'''

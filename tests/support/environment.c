/* SPDX-License-Identifier: BSD-2-Clause */
#include "support/environment.h"

#include <ftw.h>
#include <omp.h>
#include <stdarg.h>
#include <stdio.h>
#include <stdlib.h>
#include <string.h>
#include <unistd.h>

extern char **environ;

static const struct {
  const char *name;
  const char *value;
} missing[] = {
    {"OMP_NUM_THREADS", "1"},
    {"OPENBLAS_NUM_THREADS", "1"},
    {"LC_ALL", "C.UTF-8"},
    {"OMPI_ALLOW_RUN_AS_ROOT", "1"},
    {"OMPI_ALLOW_RUN_AS_ROOT_CONFIRM", "1"},
    {"OMPI_MCA_rmaps_base_oversubscribe", "1"},
    {"OMPI_MCA_mpi_yield_when_idle", "1"},
    {"OMPI_MCA_hwloc_base_binding_policy", "none"},
    {"OMPI_MCA_btl_vader_single_copy_mechanism", "none"},
    {"OMPI_MCA_ess_singleton_isolated", "1"}, /* no daemon, no search for a network: a start takes a third */
    {"OMPI_MCA_pml", "ob1"},
    {"OMPI_MCA_btl", "self,vader"},
};

/* malloc'ed printf; tests have no answer to an empty memory but to stop */
static char *text_of(const char *format, ...)
{
  va_list list, again;
  va_start(list, format);
  va_copy(again, list);
  int length = vsnprintf(NULL, 0, format, list);
  char *text = length < 0 ? NULL : malloc((size_t)length + 1);
  if (!text) abort();
  vsnprintf(text, (size_t)length + 1, format, again);
  va_end(again);
  va_end(list);
  return text;
}

__attribute__((constructor)) void ebb_test_environment(void)
{
  for (size_t i = 0; i < sizeof missing / sizeof *missing; i++) setenv(missing[i].name, missing[i].value, 0);
  omp_set_num_threads(1); /* libgomp has read the variable already */
}

const char *ebb_test_program(void)
{
  const char *given = getenv("EBBTURN");
  return given ? given : EBB_TEST_PROGRAM;
}

const char *ebb_test_mpiexec(void)
{
  const char *given = getenv("EBB_MPIEXEC");
  return given ? given : EBB_TEST_MPIEXEC;
}

char *ebb_test_source_path(const char *relative) { return text_of("%s/%s", EBB_TEST_SOURCE, relative); }

char *ebb_test_case_path(const char *name) { return text_of("%s/%s_case", EBB_TEST_CASES, name); }

char *ebb_test_folder_create(void)
{
  const char *parent = getenv("TMPDIR");
  char *folder = text_of("%s/ebbturn-test-XXXXXX", parent && *parent ? parent : "/tmp");
  if (!mkdtemp(folder)) abort();
  return folder;
}

static int remove_one(const char *path, const struct stat *status, int flag, struct FTW *walk)
{
  (void)status, (void)flag, (void)walk;
  return remove(path);
}

void ebb_test_folder_remove(char **folder)
{
  if (!*folder) return;
  nftw(*folder, remove_one, 16 /* open folders */, FTW_DEPTH | FTW_PHYS);
  free(*folder);
  *folder = NULL;
}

'''

*Exercise*: Copy each line in the entries above where the word "status" shows up.

*Finished task*:
static int remove_one(const char *path, const struct stat *status, int flag, struct FTW *walk)
  (void)status, (void)flag, (void)walk;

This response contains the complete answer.